ルール編集の基本設定にある 「ドライラン(実行しない)」 にチェックを入れると、そのルールは観察モードになります。

  • スケジュール(評価頻度)に従って通常どおり評価されますが、マッチしても媒体は変更しません
  • 評価のたびに結果が 実行履歴に記録され、ステータスの後ろに (ドライラン) が付きます。
  • ルール一覧では、ルール名の横に琥珀色の 「ドライラン」バッジが表示されます。

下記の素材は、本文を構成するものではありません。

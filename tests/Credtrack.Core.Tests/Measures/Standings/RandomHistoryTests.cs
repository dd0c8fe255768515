using Credtrack.Core.Measures.Standings;
using Credtrack.Core.Readings;
using Credtrack.Core.Rulebooks;
using Credtrack.Core.Scans;
using Credtrack.Core.Tests.Rulebooks;

namespace Credtrack.Core.Tests.Measures.Standings;

public sealed class RandomHistoryTests
{
    private static readonly Rules Rules = Book.Read("""
        "timeZone": "America/Chicago", "introductory": 2, "counting": { "role": ["performed"], "quality": { "min": 2 } },
        "applications": [
          { "code": "cardiac", "caps": [{ "where": { "setting": ["education", "simulation"] }, "max": 3, "label": "teaching" }, { "where": { "positive": false }, "max": 5, "label": "normal" }],
            "require": [{ "kind": "count", "min": 8 }, { "kind": "share", "where": { "indicated": true }, "min": 0.5 }] },
          { "code": "lung", "introductory": 0, "counting": { "quality": null }, "require": [{ "kind": "count", "min": 3, "where": { "positive": true } }] },
          { "code": "aorta", "counting": { "read": false }, "require": [] }],
        "groups": [{ "name": "chest", "applications": ["cardiac", "lung"], "require": [{ "kind": "count", "min": 9 }] }],
        "overall": [{ "kind": "count", "min": 20 }, { "kind": "applications", "min": 2, "meeting": "own" }]
        """);

    [Fact]
    public void The_order_of_the_input_never_matters()
    {
        var chance = new Random(20260303);
        for (var history = 0; history < 100; history++)
        {
            var scans = History(chance);
            var standing = Standing.Of(Rules, scans, [], Book.Day);
            chance.Shuffle(scans);
            Assert.Equal(Said(standing), Said(Standing.Of(Rules, scans, [], Book.Day)));
        }
    }

    [Fact]
    public void Each_visible_scan_is_explained_once_and_the_numbers_are_their_sums()
    {
        var chance = new Random(20260304);
        for (var history = 0; history < 100; history++)
        {
            var scans = History(chance);
            var standing = Standing.Of(Rules, scans, [], Book.Day);
            var visible = scans.Where(s => SeenScan.On(Book.Day, s, Rules.Zone) is not null).Select(s => s.Scan);
            Assert.Equal(visible.Order(StringComparer.Ordinal), standing.Findings.Select(f => f.Scan).Order(StringComparer.Ordinal));
            Assert.All(standing.Findings, f => Assert.Equal((f.Verdict == Verdict.Excluded, f.Verdict != Verdict.Counts), (f.Reason is not null, f.Words() is not null)));
            foreach (var application in standing.Applications)
                Assert.Equal(standing.Findings.Count(f => f.Application == application.Code), application.Counted + application.Pending + application.Excluded.Values.Sum());
            Assert.Equal(standing.Applications.Sum(a => a.Counted), standing.Overall.Requirements[0].Value);
            Assert.Equal(standing.Applications.Where(a => a.Code != "aorta").Sum(a => a.Counted), standing.Groups[0].Requirements[0].Value);
        }
    }

    [Fact]
    public void A_scan_more_at_the_end_changes_no_earlier_verdict()
    {
        var chance = new Random(20260305);
        for (var history = 0; history < 100; history++)
        {
            var scans = History(chance).OrderBy(s => s.PerformedAt).ThenBy(s => s.Scan, StringComparer.Ordinal).ToArray();
            var fewer = Standing.Of(Rules, scans[..^1], [], Book.Day).Verdicts().ToList();
            Assert.Equal(fewer, Standing.Of(Rules, scans, [], Book.Day).Verdicts().Take(fewer.Count));
        }
    }

    private static string[] Said(Standing standing) =>
        [.. standing.Verdicts(), .. standing.Applications.Select(a => $"{a.Met} {a.Counted} {a.Pending} {string.Join(';', a.Requirements.Select(r => r.Value))}"), $"{standing.Met}"];

    private static ScanEvidence[] History(Random chance) => [.. Enumerable.Range(0, chance.Next(1, 80)).Select(number => Any(chance, $"s{number:000}"))];

    private static ScanEvidence Any(Random chance, string id)
    {
        T Pick<T>(params T[] values) => values[chance.Next(values.Length)];
        var at = new DateTime(2026, 1, 1, 0, 0, 0, DateTimeKind.Utc).AddHours(chance.Next(100 * 24));
        var scan = new ScanEvidence(id, Pick("cardiac", "cardiac", "lung", "aorta", "x"), null, at, Pick(null, "e1", "e2", "e3"), Pick(Role.Performed, Role.Performed, Role.Interpreted),
            Pick(Enum.GetValues<Setting>()), Pick(true, false), Pick(Enum.GetValues<Supervision>()), Pick(true, false), null, null);
        if (Pick(true, false, false)) return scan;
        var reading = new ReadingEvidence(at.AddHours(chance.Next(600)), Pick<int?>(null, 1, 2, 3, 5), Pick<bool?>(null, true, false), Pick<Result?>(null, Result.TP, Result.TN, Result.FN));
        return scan with { Reading = reading, Outcome = Pick(null, new OutcomeEvidence(at.AddHours(chance.Next(900)), Pick(Enum.GetValues<Result>()))) };
    }
}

「有効」とは独立した設定です。実際に媒体へ反映するには、「ドライラン」のチェックを外したうえで「有効」にする必要があります。

ヒント

新しいルールはまず 「有効」+「ドライラン」両方オンで数回スケジュールを回し、履歴のマッチ件数・対象が想定どおりか確認してから、ドライランを外すのがおすすめです。

②「今すぐドライラン」ボタン

ルール編集モーダル左下の **「今すぐドライラン」**は、スケジュールを待たずにその場で1回だけ評価します。

  • 設定を変えながら対象の絞り込みを素早く試すのに向いています。
  • 結果はモーダル内に 「何の・どの部分が・どう変わるか」を1件ずつ詳細表示します。具体的には、上部に全体サマリ(ステータス/マッチ件数/予定している階層・操作)が出て、その下に対象ごとのカードが並びます。各カードには次が表示されます。
    • 対象の 名前階層(キャンペーン/広告グループ/広告)・外部ID
    • 変わる部分のラベル(配信状態/日予算/目標CPA など)と before → after の値
    • 算出できた対象は 「変更予定」、できなかった対象は 「スキップ」+理由
  • マッチ0件のときは「変更されるものはありません」と表示されます。
  • このボタンの結果は実行履歴には残りません(その場確認用)。
  • 保存前(新規作成中)でも実行できます。モーダルに入力中の現在の設定内容がそのまま評価対象になるため、保存 → 再度開くという往復なしに、条件やフィルタを変えながら繰り返し試せます(保存済みルールを編集中の場合も、未保存の編集内容で評価します)。
  • 構造取得と指標レポートのため、結果が出るまで数十秒かかる場合があります。

ドライラン結果の読み方

ドライランでも、各対象について「実行されるはずの変化」を before → after として算出します。操作ごとの after の意味は次のとおりです。

操作before(現在値)after(ドライラン時の予定値)
停止 / 開始現在の配信状態paused / active
予算増加現在の予算計算後の予算(上限キャップ適用後)
目標CPA変更現在の目標CPA計算後の目標CPA
複製対象名(複製予定)
削除現在の配信状態removed

ステータスは次の意味です。

  • noop — 条件に合う対象がなかった(マッチ0件)。
  • success — マッチした全対象の操作算出が成功(ドライランでは書き込みは行わない)。
  • partial / error — 一部 / 全部の対象で算出に失敗(例: 予算増加で元予算が取得できず計算できない等)。失敗理由は履歴の対象名の後ろに表示されます。

注意

予算を「○倍」「○円加算」で増やす設定は、元の予算が取得できないと計算できず失敗扱いになります。ドライランの結果で 元予算が取得できず… のような理由が出た場合は、固定値(set)指定への変更などを検討してください。